Include top and bottom adjustment results with k-nts adjustment results.

In [None]:
adjustment_df.loc[adjustment_df.Method=="Top",:].groupby(["Direction", "Parameter"]).mean()

In [None]:
adjustment_df.loc[adjustment_df.Method=="Bottom",:].mean(axis=0)

In [None]:
adjustment_df.loc[adjustment_df.Method=="Bottom",:].groupby(["Direction", "Parameter"]).mean()

In [None]:
adjustment_df.loc[adjustment_df.Method=="AN",:].mean(axis=0)

In [None]:
adjustment_df.loc[adjustment_df.Method=="AN",:].groupby(["Direction", "Parameter"]).mean()

In [None]:
adjustment_df.loc[adjustment_df.Method=="DP",:].mean(axis=0)

In [None]:
adjustment_df.loc[adjustment_df.Method=="DP",:].groupby(["Direction", "Parameter"]).mean()

***

Calculations of interest.

Calculate adjustment characteristics for top coding across all models.

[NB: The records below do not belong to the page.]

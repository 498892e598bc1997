"""Every member at every named temperature of the job: true sizes, what a steel tape reads, and the runs they form. Rank 5.

The sizes that come in are those at the reference temperature. `measured` is a name of its own: each row's measuring temperature.
Columns are numpy arrays, worked material by material.
"""

from __future__ import annotations

from collections.abc import Callable, Iterable, Mapping, Sequence
from dataclasses import dataclass
from typing import TYPE_CHECKING, Any

from takeoff.findings import Finding
from takeoff.materials import DensityAt, Elongation, Law, Material, density_at, law_of
from takeoff.thermal import notes
from takeoff.thermal.lengths import REFERENCE_C, grown, ratio, tape_factor
from takeoff.thermal.movement import steps
from takeoff.thermal.runs import RunMovement, RunPart, RunRule, RunTemperatures, run_movement
from takeoff.thermal.spread import AlphaSpread, alpha_spread
from takeoff.weighing.measured import measuring_temperatures, tape_of

if TYPE_CHECKING:
    import numpy as np

    from takeoff.job import Job
    from takeoff.lists.log import FindingLog
    from takeoff.sections import Section

    Floats = np.ndarray[Any, np.dtype[np.float64]]
    Ints = np.ndarray[Any, np.dtype[np.int64]]

REFERENCE, MEASURED = "reference", "measured"
SIZES = ("length", "width", "thickness")

#: says a finding of these members, at the column of a field
Say = Callable[[Finding, Iterable[int], str | None], None]


@dataclass(frozen=True, slots=True)
class MaterialAt:
    """One material of the list at each named temperature: name -> (elongation from 20 °C, density).

    line : (°C, growth from the reference temperature, per unit of length at reference) in steps over the whole range, for a chart;
        empty where a temperature of it gives no answer, or where the job names one temperature only.
    """

    material: Material
    law: Law
    spread: AlphaSpread
    at: dict[str, tuple[Elongation, DensityAt]]
    line: tuple[tuple[float, float], ...] = ()


@dataclass(slots=True)
class Temperatures:
    """Members at named temperatures.

    named : name -> °C, `reference` first; without `measured`, which is each row's own (`measured_C`, NaN where unsaid).
    sizes_mm : name of temperature -> size (length, width, thickness) -> one figure a member, NaN where there is none.
    readings_mm : name -> what a steel tape reads along the length at that temperature.
    material_of : index into `materials`; -1 where a member's material is not known.
    """

    named: dict[str, float]
    measured_C: Floats
    sizes_mm: dict[str, dict[str, Floats]]
    readings_mm: dict[str, Floats]
    materials: list[MaterialAt]
    material_of: Ints
    tape: Material | None

    @property
    def names(self) -> list[str]:
        """Every name that has lengths, `reference` first."""
        return list(self.sizes_mm)


def of_list(
    frame: Any, sections: Sequence[Section], materials: Sequence[Material], log: FindingLog, job: Job
) -> tuple[Temperatures | None, list[RunMovement]]:
    """A weighed list at its job's temperatures, and its runs; findings go to its log. None and no runs where nobody names any.

    `frame` is that of `takeoff.weighing.masses.Weighed`, its sizes at the reference temperature.
    """
    import numpy as np

    measured_C = measuring_temperatures(frame, job)
    runs = [run.strip() if isinstance(run, str) and run.strip() else None for run in frame["run"].tolist()]
    if not (job.temperatures or job.reading.tape or (~np.isnan(measured_C)).any()):
        in_runs = [i for i, run in enumerate(runs) if run]
        log.add(Finding("note", "run-not-laid-out", "the job file names no temperatures: runs are not laid out",
                        right="[temperatures] with coldest, erect and warmest"), in_runs, "run")
        return None, []
    material_of = frame["material_id"].to_numpy(dtype=int)
    lengths = frame["length_mm"].to_numpy(dtype=float)
    tape = tape_of(job)
    found = at_temperatures(
        _sizes(frame, sections, materials, measured_C, job, tape), material_of, materials, measured_C, job,
        tape=tape, say=log.add,
    )
    kinds = [materials[i] if i >= 0 else None for i in material_of.tolist()]
    lines = movements(runs, frame["mark"].tolist(), frame["quantity"].tolist(), lengths.tolist(), kinds, frame["row"].tolist(), job)
    return found, lines


def _sizes(
    frame: Any, sections: Sequence[Section], materials: Sequence[Material], measured_C: Floats, job: Job, tape: Material | None
) -> dict[str, Floats]:
    """Length, width and thickness at reference: of their columns, else those in the text of a section that is made to size."""
    import numpy as np

    section_of, material_of = (frame[f"{kind}_id"].to_numpy(dtype=int) for kind in ("section", "material"))
    reference_C = job.temperatures.get(REFERENCE, REFERENCE_C)
    longer = 1.0 if job.reading.tape is None else tape_factor(job.reading.tape.temperature_C, tape) or 1.0
    sizes: dict[str, Floats] = {}
    for name in SIZES:
        column = frame[f"{name}_mm"].to_numpy(dtype=float, copy=True)
        for i in np.flatnonzero(np.isnan(column)).tolist():
            section = sections[section_of[i]] if section_of[i] >= 0 else None
            if section is None or section.published_kg_per_m is not None:
                continue
            typed = section.dimensions_mm.get(name) or (section.thickness_mm if name == "thickness" else None)
            if not typed or material_of[i] < 0:
                continue
            at = float(measured_C[i])
            back = ratio(materials[material_of[i]], at, reference_C, size=name) if at == at else 1.0  # noqa: PLR0124
            column[i] = typed * (1.0 if back is None or at != at else back * longer)  # noqa: PLR0124
        sizes[name] = column
    return sizes


def named_temperatures(job: Job) -> dict[str, float]:
    """The job's named temperatures, the reference (20 °C unless named) first."""
    return {REFERENCE: job.temperatures.get(REFERENCE, REFERENCE_C), **job.temperatures}


def at_temperatures(
    sizes_mm: Mapping[str, Floats], material_of: Ints, materials: Sequence[Material], measured_C: Floats, job: Job, *,
    tape: Material | None, say: Say,
) -> Temperatures:
    """Sizes of every member (`sizes_mm` at reference: length, width, thickness) at every named temperature."""
    import numpy as np

    named = {name: t for name, t in named_temperatures(job).items() if name != MEASURED}
    count = len(material_of)
    measured = bool((~np.isnan(measured_C)).any())
    names = [*named, *([MEASURED] if measured else [])]
    out = {name: {size: np.full(count, np.nan) for size in SIZES} for name in names}
    readings = {name: np.full(count, np.nan) for name in names}
    found = []
    for number, material in enumerate(materials):
        rows = np.flatnonzero(material_of == number)
        with_length = rows[~np.isnan(sizes_mm["length"][rows])]
        for name, t in named.items():
            _fill(out[name], readings[name], rows, sizes_mm, material, (named[REFERENCE], t), tape)
        _say_all(say, material, with_length, named)
        for t in np.unique(measured_C[rows][~np.isnan(measured_C[rows])]).tolist() if measured else ():
            part = rows[measured_C[rows] == t]
            _fill(out[MEASURED], readings[MEASURED], part, sizes_mm, material, (named[REFERENCE], t), tape)
        at = {name: (grown(material, t), density_at(material, t)) for name, t in named.items()}
        found.append(MaterialAt(material, law_of(material), alpha_spread(material), at, _line(material, named)))
    return Temperatures(named, measured_C, out, readings, found, material_of, tape)


def _line(material: Material, named: Mapping[str, float]) -> tuple[tuple[float, float], ...]:
    """Growth from the reference temperature over the range of the named ones, in steps of 5 °C."""
    low, high, reference_C = min(named.values()), max(named.values()), named[REFERENCE]
    if low == high:
        return ()
    line = []
    for t in sorted({*steps(low, high), reference_C}):
        times = ratio(material, reference_C, t)
        if times is None:
            return ()
        line.append((t, times - 1.0))
    return tuple(line)


def _fill(
    out: dict[str, Floats], readings: Floats, rows: Ints, sizes_mm: Mapping[str, Floats], material: Material,
    range_C: tuple[float, float], tape: Material | None,
) -> None:
    reference_C, t = range_C
    for size in SIZES:
        times = ratio(material, reference_C, t, size=size)
        if times is not None:
            out[size][rows] = sizes_mm[size][rows] * times
    longer = tape_factor(t, tape)
    if longer is not None:
        readings[rows] = out["length"][rows] / longer


def _say_all(say: Say, material: Material, rows: Ints, named: Mapping[str, float]) -> None:
    """What is to be said of a material at these temperatures, of the rows that have a length."""
    members = rows.tolist()
    if not members:
        return
    # At the reference temperature a size is what the list says, whatever the material.
    others = [t for name, t in named.items() if name != REFERENCE and t != named[REFERENCE]]
    found = notes.about_temperatures(material, others)
    for finding in found:
        say(finding, members, "length" if finding.kind == "above-melting" else "material")
    if others and not any(f.kind == "no-coefficient" for f in found):
        for finding in notes.about_material(material):
            say(finding, members, "material")


def movements(
    runs: Sequence[str | None], marks: Sequence[str | None], quantities: Sequence[float], lengths_mm: Sequence[float],
    materials: Sequence[Material | None], rows: Sequence[int], job: Job,
) -> list[RunMovement]:
    """Every run of the list in the order it is met, then those of the job file that no member names."""
    parts: dict[str, list[RunPart]] = {}
    for run, mark, quantity, length, material, row in zip(runs, marks, quantities, lengths_mm, materials, rows, strict=True):
        if isinstance(run, str) and run.strip():
            whole = int(quantity) if quantity == quantity else 0  # noqa: PLR0124  (NaN is the only value that differs from itself)
            known = length if length == length else None  # noqa: PLR0124
            parts.setdefault(run.strip(), []).append(RunPart(mark or "", whole, known, material, row))
    rules = {
        run.name: RunRule(run.name, run.fixed, run.order, run.joint_min_mm, run.joint_max_mm, run.joints) for run in job.runs
    }
    named = {name: t for name, t in named_temperatures(job).items() if name != MEASURED}
    temperatures = RunTemperatures(named, named[REFERENCE])
    return [
        run_movement(rules.get(name) or RunRule(name, assumed=True), parts.get(name, []), temperatures)
        for name in dict.fromkeys((*parts, *rules))
    ]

Get the proportions of directions and large and small magnitude adjustments for top coding and differential privacy.

In [None]:
# adjustment_df.loc[adjustment_df.Method=="Top",["Direction", "Valuable"]].groupby("Direction").mean()

In [None]:
# adjustment_df.loc[adjustment_df.Method=="Top",["Direction", "Magnitude"]].mean(axis=0)

In [None]:
# adjustment_df.loc[adjustment_df.Method=="DP",["Direction", "Magnitude"]].mean(axis=0)

***

We need to combine our predictor variables.

In [None]:
# X = pd.concat([direction, magnitudes, large_magnitudes, small_magnitudes], axis=1, ignore_index=True).reset_index(drop=True)

In [None]:
# X.columns = ["Direction", "Magnitude", "Large_Magnitude", "Small_Magnitude"]

In [None]:
# X = pd.concat([X, ts_features], axis=1)

In [None]:
full_data

In [None]:
rf_data = full_data.loc[:,["is_valuable", "positive_adjustment", "magnitudes", "linearity"]]

In [None]:
y = rf_data.is_valuable

In [None]:
X = rf_data.drop('is_valuable', axis=1)

In [None]:
scaler = StandardScaler()

In [None]:
X_scaled = pd.DataFrame(scaler.fit_transform(X), columns=X.columns)

In [None]:
X_scaled

***

## Predicting Adjustment Value Using Random Forest

In [None]:
RF = RandomForestClassifier()

In [None]:
RF.fit(X, y)

In [None]:
RF.score(X_scaled, y)

In [None]:
1-np.mean(y)

In [None]:
result = permutation_importance(RF, X_scaled, y, n_repeats=20)

In [None]:
importance_indices = np.flip(np.argsort(result.importances_mean))

In [None]:
importances = pd.Series(result.importances_mean[importance_indices], index=X_scaled.columns[importance_indices])

In [None]:
fig, ax = plt.subplots(figsize=(8,8))
importances.plot.bar(yerr=result.importances_std, ax=ax)
ax.set_title("Permutation Based Time Series Feature Importances")
ax.set_ylabel("Mean Accuracy Decrease")
ax.set_xticklabels(X_scaled.columns[importance_indices])
fig.tight_layout()
plt.show()

In [None]:
dt_features = X_scaled.columns[importance_indices]

In [None]:
dt_features

# Marginal Distributions of Important Variables

In [None]:
def marginal_plot(ax1, feature, x_axis_label, y_axis_label_left, y_axis_label_right):
    
    h1 = np.histogram(feature, bins=10)
    
    bin_ids = np.digitize(feature, h1[1])
    
    y_line = pd.concat([pd.Series(bin_ids), y], axis=1).groupby(0).mean()
    
    # fig1, ax1 = plt.subplots(1, 1)
    ax2 = ax1.twinx()
    ax3 = ax2.twiny()

    ax1.hist(feature, alpha=0.5, align='mid', weights=np.ones(len(feature)) / len(feature))

    # ax.plot(y_line)
    ax1.set_xlabel(x_axis_label)
    ax1.set_ylabel(y_axis_label_left)
    ax1.yaxis.set_major_formatter(PercentFormatter(1))

    ax3.plot(y_line)
    ax3.set_xlabel('')
    # note this needs to be ax2 due to subtle overlay issues....
    ax2.set_ylabel(y_axis_label_right)
    ax2.yaxis.set_major_formatter(PercentFormatter(1))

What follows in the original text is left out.